Às vezes a gente precisa de pouco para mudar o estado de ânimo, radicalmente. Na verdade, eu precisei de apenas 30 minutos, na semana que passou, para deixar a tensão para trás e entrar no território em que a alma encontra conforto e abrigo.
O caso foi assim.
Eu havia ido dormir carregando um peso do qual nunca consegui me livrar: o de saber mais do que preciso para viver. O busílis: ter as informações, mas não chegarem juntas as provas daquilo que eu gostaria e precisaria muito divulgar.
O tema da frustração é recorrente em Alagoas: a violência cometida ou acobertada pelo centro do poder local, com expectativa de novos e trágicos acontecimentos, em que a impunidade já se prenuncia garantida. Confesso que me incomodo sempre e além da conta com esses acontecimentos - pelos antecedentes locais.
Deixemos de mistério.
Acordei e o dia estava cinza, até que resolvi ver os documentários que o canal da Revista Piauí no youtube já disponibilizou sobre o Maestro Soberano – uma indicação do Carlos Melo, aqui do Cadaminuto. Na verdade, são – ou serão ao final da série – seis aulas sobre a música de Tom Jobim, Brasileiro até no nome e também por isso universal.

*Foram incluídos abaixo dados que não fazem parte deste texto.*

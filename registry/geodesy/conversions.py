"""Geodetic ↔ ECEF ↔ local east/north/up conversions and covariance rotation.

Pure numpy (no Django). Every function accepts scalars or arrays (broadcast together) and returns
arrays of the broadcast shape (0-d arrays for scalar input; use ``float()`` if you need a Python float).
Coordinates are in the frame the caller states; this module only needs the frame's ellipsoid.

Sources
-------
- Forward conversion: the closed form X = (N + h) cosφ cosλ, Y = (N + h) cosφ sinλ,
  Z = (N(1 − e²) + h) sinφ with N = a / √(1 − e² sin²φ); e.g. B. Hofmann-Wellenhof, H. Lichtenegger,
  E. Wasle, *GNSS — Global Navigation Satellite Systems*, Springer 2008, §10.2.1.
- Inverse conversion: H. Vermeille, "Direct transformation from geocentric coordinates to geodetic
  coordinates", *Journal of Geodesy* 76 (2002) 451–454, doi:10.1007/s00190-002-0273-6 (closed form,
  exact outside a small region around the Earth's centre, well below |h| < 6000 km).
- Local ENU rotation and covariance propagation Σ_enu = R Σ_xyz Rᵀ: Hofmann-Wellenhof et al.,
  §10.2.2 (same book).

Checked in ``tests/geodesy/test_conversions.py`` against the ICSM GDA Technical Manual worked example
and PROJ (``+proj=cart``).
"""

from __future__ import annotations

from dataclasses import dataclass
from functools import lru_cache

import numpy as np

__all__ = [
    "Ellipsoid",
    "GRS80",
    "WGS84",
    "ellipsoid_of_epsg",
    "geodetic_to_ecef",
    "ecef_to_geodetic",
    "enu_rotation_matrix",
    "ecef_to_enu_matrix",
    "ecef_delta_to_enu",
    "enu_delta_to_ecef",
    "geodetic_to_enu",
    "cov_ecef_to_enu",
    "cov_enu_to_ecef",
    "radii_of_curvature_m",
]


@dataclass(frozen=True)
class Ellipsoid:
    """A reference ellipsoid: semi-major axis ``a_m`` (metres) and flattening ``f``."""

    name: str
    a_m: float
    f: float

    @property
    def b_m(self) -> float:
        """Semi-minor axis b = a(1 − f), metres."""
        return self.a_m * (1.0 - self.f)

    @property
    def e2(self) -> float:
        """First eccentricity squared e² = f(2 − f)."""
        return self.f * (2.0 - self.f)


#: GRS80 (Moritz 1980, *Bulletin Géodésique* 54:395): a = 6 378 137 m, 1/f = 298.257222101.
GRS80 = Ellipsoid("GRS 1980", 6378137.0, 1.0 / 298.257222101)
#: WGS84 (NIMA TR8350.2): a = 6 378 137 m, 1/f = 298.257223563.
WGS84 = Ellipsoid("WGS 84", 6378137.0, 1.0 / 298.257223563)


@lru_cache(maxsize=128)
def ellipsoid_of_epsg(epsg: int) -> Ellipsoid:
    """The ellipsoid of the CRS with EPSG code ``epsg`` (read from PROJ's database).

    >>> ellipsoid_of_epsg(7912).name
    'GRS 1980'
    """
    import pyproj

    ell = pyproj.CRS.from_epsg(int(epsg)).ellipsoid
    if ell is None:
        raise ValueError(f"EPSG:{epsg} has no ellipsoid (is it a geodetic CRS?)")
    inv_f = ell.inverse_flattening
    f = 0.0 if not inv_f else 1.0 / inv_f
    return Ellipsoid(ell.name, float(ell.semi_major_metre), f)


def radii_of_curvature_m(lat_deg, ellipsoid: Ellipsoid = GRS80):
    """Meridian radius ρ and prime-vertical radius ν at latitude ``lat_deg``, in metres.

    ρ = a(1 − e²)/(1 − e² sin²φ)^{3/2}, ν = a/(1 − e² sin²φ)^{1/2}.

    >>> rho, nu = radii_of_curvature_m(0.0)
    >>> round(float(nu), 3), round(float(rho), 3)
    (6378137.0, 6335439.327)
    """
    phi = np.radians(np.asarray(lat_deg, dtype=float))
    w2 = 1.0 - ellipsoid.e2 * np.sin(phi) ** 2
    nu = ellipsoid.a_m / np.sqrt(w2)
    rho = ellipsoid.a_m * (1.0 - ellipsoid.e2) / (w2 * np.sqrt(w2))
    return rho, nu


def geodetic_to_ecef(lat_deg, lon_deg, h_m, *, ellipsoid: Ellipsoid = GRS80):
    """Geodetic latitude, longitude (degrees) and ellipsoidal height (m) → ECEF X, Y, Z (m).

    Parameters
    ----------
    lat_deg, lon_deg : array_like
        Geodetic latitude and longitude, degrees.
    h_m : array_like
        Ellipsoidal height, metres.
    ellipsoid : Ellipsoid
        The frame's ellipsoid (GRS80 by default).

    Returns
    -------
    x_m, y_m, z_m : ndarray
        Earth-centred, Earth-fixed coordinates in the same frame, metres.

    Examples
    --------
    >>> x, y, z = geodetic_to_ecef(0.0, 0.0, 0.0)
    >>> float(x), float(y), float(z)
    (6378137.0, 0.0, 0.0)
    """
    phi = np.radians(np.asarray(lat_deg, dtype=float))
    lam = np.radians(np.asarray(lon_deg, dtype=float))
    h = np.asarray(h_m, dtype=float)
    sphi = np.sin(phi)
    cphi = np.cos(phi)
    nu = ellipsoid.a_m / np.sqrt(1.0 - ellipsoid.e2 * sphi * sphi)
    x = (nu + h) * cphi * np.cos(lam)
    y = (nu + h) * cphi * np.sin(lam)
    z = (nu * (1.0 - ellipsoid.e2) + h) * sphi
    return x, y, z


def ecef_to_geodetic(x_m, y_m, z_m, *, ellipsoid: Ellipsoid = GRS80):
    """ECEF X, Y, Z (m) → geodetic latitude, longitude (degrees) and ellipsoidal height (m).

    Vermeille (2002) closed form, eqs. (1)–(9) of the paper; no iteration. Round trip with
    :func:`geodetic_to_ecef` closes to well under 0.1 mm for |h| < 10 km (tested).

    Examples
    --------
    >>> lat, lon, h = ecef_to_geodetic(6378137.0, 0.0, 0.0)
    >>> float(lat), float(lon), round(float(h), 9)
    (0.0, 0.0, 0.0)
    """
    x = np.asarray(x_m, dtype=float)
    y = np.asarray(y_m, dtype=float)
    z = np.asarray(z_m, dtype=float)
    a = ellipsoid.a_m
    e2 = ellipsoid.e2
    e4 = e2 * e2
    w2 = x * x + y * y
    w = np.sqrt(w2)
    p = w2 / (a * a)
    q = (1.0 - e2) / (a * a) * z * z
    r = (p + q - e4) / 6.0
    s = e4 * p * q / (4.0 * r**3)
    t = np.cbrt(1.0 + s + np.sqrt(s * (2.0 + s)))
    u = r * (1.0 + t + 1.0 / t)
    v = np.sqrt(u * u + e4 * q)
    ww = e2 * (u + v - q) / (2.0 * v)
    k = np.sqrt(u + v + ww * ww) - ww
    d = k * w / (k + e2)
    dz = np.sqrt(d * d + z * z)
    lat = 2.0 * np.arctan2(z, d + dz)
    h = (k + e2 - 1.0) / k * dz
    lon = np.arctan2(y, x)
    return np.degrees(lat), np.degrees(lon), h


def enu_rotation_matrix(lat_deg, lon_deg):
    """Rotation R from ECEF differences to local east/north/up at (lat, lon).

    Rows of R are the unit vectors e, n, u expressed in ECEF, so that ``d_enu = R @ d_xyz``.
    The shape is ``(..., 3, 3)`` for input of shape ``(...)``.

    >>> np.round(enu_rotation_matrix(0.0, 0.0), 12).tolist()
    [[-0.0, 1.0, 0.0], [-0.0, -0.0, 1.0], [1.0, 0.0, 0.0]]
    """
    phi = np.radians(np.asarray(lat_deg, dtype=float))
    lam = np.radians(np.asarray(lon_deg, dtype=float))
    phi, lam = np.broadcast_arrays(phi, lam)
    sp, cp, sl, cl = np.sin(phi), np.cos(phi), np.sin(lam), np.cos(lam)
    zero = np.zeros_like(sp)
    rot = np.stack(
        [
            np.stack([-sl, cl, zero], axis=-1),
            np.stack([-sp * cl, -sp * sl, cp], axis=-1),
            np.stack([cp * cl, cp * sl, sp], axis=-1),
        ],
        axis=-2,
    )
    return rot


#: Alias kept for the name used in the shared contracts.
ecef_to_enu_matrix = enu_rotation_matrix


def _trig(lat_deg, lon_deg):
    phi = np.radians(np.asarray(lat_deg, dtype=float))
    lam = np.radians(np.asarray(lon_deg, dtype=float))
    return np.sin(phi), np.cos(phi), np.sin(lam), np.cos(lam)


def ecef_delta_to_enu(dx_m, dy_m, dz_m, lat_deg, lon_deg):
    """Rotate ECEF differences (m) into local east, north, up (m) at (lat_deg, lon_deg).

    The rows of :func:`enu_rotation_matrix` written out (no 3×3 arrays: faster on many points).
    """
    sp, cp, sl, cl = _trig(lat_deg, lon_deg)
    dx, dy, dz = (np.asarray(v, dtype=float) for v in (dx_m, dy_m, dz_m))
    t = cl * dx + sl * dy
    e = -sl * dx + cl * dy
    n = -sp * t + cp * dz
    u = cp * t + sp * dz
    return e, n, u


def enu_delta_to_ecef(de_m, dn_m, du_m, lat_deg, lon_deg):
    """Rotate local east, north, up differences (m) at (lat_deg, lon_deg) into ECEF differences (m).

    The transpose of :func:`ecef_delta_to_enu`.
    """
    sp, cp, sl, cl = _trig(lat_deg, lon_deg)
    de, dn, du = (np.asarray(v, dtype=float) for v in (de_m, dn_m, du_m))
    t = -sp * dn + cp * du
    dx = -sl * de + cl * t
    dy = cl * de + sl * t
    dz = cp * dn + sp * du
    return dx, dy, dz


def geodetic_to_enu(lat_deg, lon_deg, h_m, *, lat0_deg, lon0_deg, h0_m, ellipsoid: Ellipsoid = GRS80):
    """Local east, north, up (m) of points relative to an origin, all in one frame.

    >>> e, n, u = geodetic_to_enu(0.0, 0.0, 10.0, lat0_deg=0.0, lon0_deg=0.0, h0_m=0.0)
    >>> round(float(e), 9), round(float(n), 9), round(float(u), 9)
    (0.0, 0.0, 10.0)
    """
    x, y, z = geodetic_to_ecef(lat_deg, lon_deg, h_m, ellipsoid=ellipsoid)
    x0, y0, z0 = geodetic_to_ecef(lat0_deg, lon0_deg, h0_m, ellipsoid=ellipsoid)
    return ecef_delta_to_enu(x - x0, y - y0, z - z0, lat0_deg, lon0_deg)


def cov_ecef_to_enu(cov_xyz_m2, lat_deg, lon_deg):
    """Rotate a 3×3 ECEF covariance (m²) into local ENU at (lat, lon): Σ_enu = R Σ_xyz Rᵀ.

    ``cov_xyz_m2`` has shape ``(..., 3, 3)``; the result has the same shape.
    """
    rot = enu_rotation_matrix(lat_deg, lon_deg)
    cov = np.asarray(cov_xyz_m2, dtype=float)
    return rot @ cov @ np.swapaxes(rot, -1, -2)


def cov_enu_to_ecef(cov_enu_m2, lat_deg, lon_deg):
    """Rotate a 3×3 local ENU covariance (m²) at (lat, lon) into ECEF: Σ_xyz = Rᵀ Σ_enu R."""
    rot = enu_rotation_matrix(lat_deg, lon_deg)
    cov = np.asarray(cov_enu_m2, dtype=float)
    return np.swapaxes(rot, -1, -2) @ cov @ rot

Conduzidos por Arthur Nestrovski, músico, escritor, crítico e apaixonado por Jobim (desculpem-me, mas isso eu também sou), vamos descobrindo, a cada episódio, uma obra de arte ser desmembrada em outras, menores e insuspeitas, não menos belas, e que compõem um rico painel sobre a mais refinada MPB.
Acompanhando com o seu virtuoso violão a ótima e afinadíssima Paula Morelembaum, o músico exerce aqui o verdadeiro papel do crítico: explicar o que é possível ser explicado numa obra de arte, chamando o espectador para dentro dela, deixando claro que a paixão não acontece tão somente ao acaso. Se não emergem defeitos é porque o especialista não identificou. Fazer o quê?
(Fato é que muitos críticos fazem do fel a sua profissão de fé, confirmando Balzac, para quem estes eram os mais castigados pela vida, por conhecerem todas as regras, mas sem que soubessem jogar. Não é o caso, seguramente, do ótimo Arthur Nestrovski).
Vi apenas dois episódios, os disponíveis, mas já fiquei encantado e, de imediato, retomei o gosto pela lida da vida cotidiana, ainda que não tenha esquecido daquilo que me empurrou para baixo, animicamente.
O poeta Ferreira Gullar dizia, com muita sabedoria, que ninguém sobrevive sem um momento de alienação – entendendo esta como a saída momentânea da dura realidade. Ainda que a música do Tom seja a mais real manifestação do melhor talento brasileiro na arte campeã de popularidade entre todas (deixo claro que é apenas a minha opinião).
E já que falei em poeta, cito aqui mais um, do mesmo tamanho: Sidney Wanderley, a quem tenho como amigo e referência intelectual (ele lançou agora um delicioso pequeno-grande livro em prosa: Poesia etc. Vale a pena conferir).
Em uma conversa regada a cerveja, no último final de semana, revelei a ele que me dou por absolutamente satisfeito com o que produzi na música, um trabalho corriqueiro e que só haverá de sobreviver entre os mais próximos. Algo assim: está no meu tamanho como artista - e que bom que eu consegui atingi-lo!
Atualizando a nossa conversa: sou um compositor da planície; Tom Jobim é o Himalaia.